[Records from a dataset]

▽

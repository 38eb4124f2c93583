/** A test app whose e-mail goes through the local fake SMTP server into its own mailbox table. */
import { and, desc, eq, gt } from 'drizzle-orm'
import { createApp } from '../../server/app'
import { createContext } from '../../server/bootstrap'
import type { Config } from '../../server/config'
import { startFakeSmtp, type FakeSmtp } from '../../server/mail/fake-smtp'
import { mailbox } from '../../server/db/schema'
import type { Db } from '../../server/db/client'
import { freshDatabaseUrl } from './db'
import type { TestApp } from './app'
import { waitFor } from './jobs'

export interface MailTestApp extends TestApp { smtp: FakeSmtp }

export async function makeMailTestApp(tag: string, overrides: Partial<Config> = {}): Promise<MailTestApp> {
  const databaseUrl = await freshDatabaseUrl(tag)
  const smtp = await startFakeSmtp({ databaseUrl, port: 0 })
  const context = await createContext({ databaseUrl, rateLimitAuth: 10_000, smtpUrl: smtp.url, publicUrl: 'http://pewter.test', ...overrides })
  const app = createApp(context, { serveClient: false })
  return { app, context, smtp, close: async () => { await context.database.close(); await smtp.close() } }
}

/** The newest message to `to` received after message id `after` (waits up to 15 s). */
export async function waitForMail(db: Db, to: string, opts: { after?: number; subject?: RegExp } = {}) {
  return waitFor(`an e-mail to ${to}`, async () => {
    const rows = await db.select().from(mailbox).where(and(eq(mailbox.to, to), gt(mailbox.id, opts.after ?? 0))).orderBy(desc(mailbox.id))
    return rows.find((r) => !opts.subject || opts.subject.test(r.subject)) ?? null
  }, 15_000)
}

export async function lastMailId(db: Db): Promise<number> {
  const [r] = await db.select({ id: mailbox.id }).from(mailbox).orderBy(desc(mailbox.id)).limit(1)
  return r?.id ?? 0
}

/** The first link in a message's text that starts with the public URL. */
export function linkIn(text: string, base = 'http://pewter.test'): string {
  const m = new RegExp(`${base.replace(/[.*+?^${}()|[\]\\/]/g, '\\$&')}\\S+`).exec(text)
  if (!m) throw new Error(`no link to ${base} in:\n${text}`)
  return m[0]
}
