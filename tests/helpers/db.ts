/** Each test file gets its own fresh database in the suite's cluster, migrated from drizzle/. */
import pg from 'pg'
import { inject } from 'vitest'

let counter = 0

export async function freshDatabaseUrl(tag: string): Promise<string> {
  const admin = inject('pgAdminUrl')
  const name = `t_${tag.replace(/[^a-z0-9]/gi, '_').toLowerCase()}_${process.pid}_${Date.now()}_${counter++}`
  const client = new pg.Client({ connectionString: admin })
  await client.connect()
  await client.query(`CREATE DATABASE ${name}`)
  await client.end()
  const u = new URL(admin)
  u.pathname = `/${name}`
  return u.toString()
}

△

*ASSIGNMENT*: Exactly the lines from the one containing "if (!m) throw" through the end of the records should be reproduced, and no others.

*ANSWER BOX*:
  if (!m) throw new Error(`no link to ${base} in:\n${text}`)
  return m[0]
}
filename tests/helpers/db.ts
/** Each test file gets its own fresh database in the suite's cluster, migrated from drizzle/. */
import pg from 'pg'
import { inject } from 'vitest'

let counter = 0

export async function freshDatabaseUrl(tag: string): Promise<string> {
  const admin = inject('pgAdminUrl')
  const name = `t_${tag.replace(/[^a-z0-9]/gi, '_').toLowerCase()}_${process.pid}_${Date.now()}_${counter++}`
  const client = new pg.Client({ connectionString: admin })
  await client.connect()
  await client.query(`CREATE DATABASE ${name}`)
  await client.end()
  const u = new URL(admin)
  u.pathname = `/${name}`
  return u.toString()
}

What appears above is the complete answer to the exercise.